»»

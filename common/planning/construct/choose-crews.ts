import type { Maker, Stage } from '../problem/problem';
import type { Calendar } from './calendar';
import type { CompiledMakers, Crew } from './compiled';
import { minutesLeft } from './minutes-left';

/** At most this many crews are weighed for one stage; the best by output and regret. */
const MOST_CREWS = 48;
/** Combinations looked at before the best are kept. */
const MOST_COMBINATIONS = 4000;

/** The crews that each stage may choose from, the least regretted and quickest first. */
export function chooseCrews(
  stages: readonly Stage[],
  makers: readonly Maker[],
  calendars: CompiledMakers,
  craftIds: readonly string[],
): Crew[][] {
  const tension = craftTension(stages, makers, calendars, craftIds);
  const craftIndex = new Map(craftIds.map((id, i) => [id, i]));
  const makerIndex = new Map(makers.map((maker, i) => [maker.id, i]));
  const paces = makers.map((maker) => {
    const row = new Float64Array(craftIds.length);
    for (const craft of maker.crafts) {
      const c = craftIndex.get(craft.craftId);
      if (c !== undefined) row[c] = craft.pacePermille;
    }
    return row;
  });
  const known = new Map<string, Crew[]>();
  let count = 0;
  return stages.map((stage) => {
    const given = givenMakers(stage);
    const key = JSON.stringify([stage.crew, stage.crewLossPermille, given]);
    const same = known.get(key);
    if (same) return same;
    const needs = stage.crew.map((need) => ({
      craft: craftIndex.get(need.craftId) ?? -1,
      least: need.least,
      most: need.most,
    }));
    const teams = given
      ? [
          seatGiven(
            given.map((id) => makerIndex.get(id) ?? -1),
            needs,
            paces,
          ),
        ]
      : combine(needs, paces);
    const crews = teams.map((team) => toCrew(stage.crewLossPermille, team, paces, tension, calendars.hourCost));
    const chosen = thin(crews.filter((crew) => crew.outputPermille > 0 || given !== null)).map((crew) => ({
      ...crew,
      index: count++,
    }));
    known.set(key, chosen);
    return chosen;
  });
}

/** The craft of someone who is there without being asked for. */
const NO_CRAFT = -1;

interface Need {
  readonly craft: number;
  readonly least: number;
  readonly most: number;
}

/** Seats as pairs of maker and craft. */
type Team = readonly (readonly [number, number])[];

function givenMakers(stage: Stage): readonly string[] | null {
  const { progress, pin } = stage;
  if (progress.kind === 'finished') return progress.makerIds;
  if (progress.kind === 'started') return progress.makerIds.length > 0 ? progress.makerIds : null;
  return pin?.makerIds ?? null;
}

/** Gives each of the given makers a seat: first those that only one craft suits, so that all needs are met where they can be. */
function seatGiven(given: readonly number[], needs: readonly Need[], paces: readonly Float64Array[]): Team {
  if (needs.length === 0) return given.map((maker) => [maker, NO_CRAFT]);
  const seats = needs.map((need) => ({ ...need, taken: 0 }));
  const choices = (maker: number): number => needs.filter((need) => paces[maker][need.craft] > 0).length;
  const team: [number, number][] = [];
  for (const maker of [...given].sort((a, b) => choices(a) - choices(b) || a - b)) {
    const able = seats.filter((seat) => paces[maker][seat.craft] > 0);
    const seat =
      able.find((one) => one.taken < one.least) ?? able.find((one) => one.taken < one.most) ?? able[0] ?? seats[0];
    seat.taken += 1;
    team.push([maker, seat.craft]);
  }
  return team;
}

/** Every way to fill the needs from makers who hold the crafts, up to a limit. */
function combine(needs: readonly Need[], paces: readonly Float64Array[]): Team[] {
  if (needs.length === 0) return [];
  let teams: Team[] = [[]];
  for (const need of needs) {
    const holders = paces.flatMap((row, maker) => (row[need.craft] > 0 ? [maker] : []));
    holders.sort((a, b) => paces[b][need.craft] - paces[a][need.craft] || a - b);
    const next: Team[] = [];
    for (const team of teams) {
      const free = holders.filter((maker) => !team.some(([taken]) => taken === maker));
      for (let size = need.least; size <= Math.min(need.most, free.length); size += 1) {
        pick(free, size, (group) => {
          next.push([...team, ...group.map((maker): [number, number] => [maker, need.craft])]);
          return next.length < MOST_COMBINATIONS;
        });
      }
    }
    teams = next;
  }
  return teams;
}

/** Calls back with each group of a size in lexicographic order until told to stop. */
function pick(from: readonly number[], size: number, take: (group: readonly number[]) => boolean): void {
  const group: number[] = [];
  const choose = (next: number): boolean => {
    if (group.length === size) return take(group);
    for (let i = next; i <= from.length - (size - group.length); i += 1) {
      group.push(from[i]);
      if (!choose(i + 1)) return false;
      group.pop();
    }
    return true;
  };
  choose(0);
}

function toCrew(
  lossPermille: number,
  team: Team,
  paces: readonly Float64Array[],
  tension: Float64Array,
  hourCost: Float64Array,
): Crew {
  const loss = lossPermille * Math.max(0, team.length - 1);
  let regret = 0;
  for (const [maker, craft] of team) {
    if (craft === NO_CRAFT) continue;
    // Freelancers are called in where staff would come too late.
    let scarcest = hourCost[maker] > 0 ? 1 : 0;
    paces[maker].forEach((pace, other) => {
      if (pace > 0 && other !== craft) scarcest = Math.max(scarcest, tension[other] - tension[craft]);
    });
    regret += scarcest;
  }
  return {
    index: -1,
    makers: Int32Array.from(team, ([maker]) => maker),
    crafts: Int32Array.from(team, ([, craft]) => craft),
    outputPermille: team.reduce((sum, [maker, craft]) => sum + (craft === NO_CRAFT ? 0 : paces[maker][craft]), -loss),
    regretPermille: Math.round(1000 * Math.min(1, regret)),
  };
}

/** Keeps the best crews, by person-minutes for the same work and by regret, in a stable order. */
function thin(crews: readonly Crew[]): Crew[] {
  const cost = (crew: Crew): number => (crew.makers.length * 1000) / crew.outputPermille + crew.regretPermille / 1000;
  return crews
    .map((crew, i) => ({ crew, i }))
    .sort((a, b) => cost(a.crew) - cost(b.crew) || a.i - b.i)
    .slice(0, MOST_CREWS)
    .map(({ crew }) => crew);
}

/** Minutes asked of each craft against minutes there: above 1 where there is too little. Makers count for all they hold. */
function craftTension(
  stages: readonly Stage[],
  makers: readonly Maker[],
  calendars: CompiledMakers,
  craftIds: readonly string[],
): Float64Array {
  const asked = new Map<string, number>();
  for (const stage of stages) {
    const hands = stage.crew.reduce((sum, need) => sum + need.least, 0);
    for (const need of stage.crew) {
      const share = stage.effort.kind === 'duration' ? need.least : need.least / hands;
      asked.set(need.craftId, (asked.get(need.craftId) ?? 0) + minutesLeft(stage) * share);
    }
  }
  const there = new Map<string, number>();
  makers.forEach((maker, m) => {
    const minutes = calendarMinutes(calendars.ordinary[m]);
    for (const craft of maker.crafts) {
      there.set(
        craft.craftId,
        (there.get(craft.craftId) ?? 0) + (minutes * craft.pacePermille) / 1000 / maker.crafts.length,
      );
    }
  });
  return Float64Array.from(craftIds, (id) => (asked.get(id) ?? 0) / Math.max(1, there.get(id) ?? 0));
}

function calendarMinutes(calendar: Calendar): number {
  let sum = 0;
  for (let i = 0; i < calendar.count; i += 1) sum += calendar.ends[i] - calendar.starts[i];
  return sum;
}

««

> [WHAT TO DO] In the data above, retype exactly and only the lines between the one holding "const crews = teams.map((team)" and the one holding "type Team = readonly", inclusive.

> [WRITTEN SOLUTION]
    const crews = teams.map((team) => toCrew(stage.crewLossPermille, team, paces, tension, calendars.hourCost));
    const chosen = thin(crews.filter((crew) => crew.outputPermille > 0 || given !== null)).map((crew) => ({
      ...crew,
      index: count++,
    }));
    known.set(key, chosen);
    return chosen;
  });
}

/** The craft of someone who is there without being asked for. */
const NO_CRAFT = -1;

interface Need {
  readonly craft: number;
  readonly least: number;
  readonly most: number;
}

/** Seats as pairs of maker and craft. */
type Team = readonly (readonly [number, number])[];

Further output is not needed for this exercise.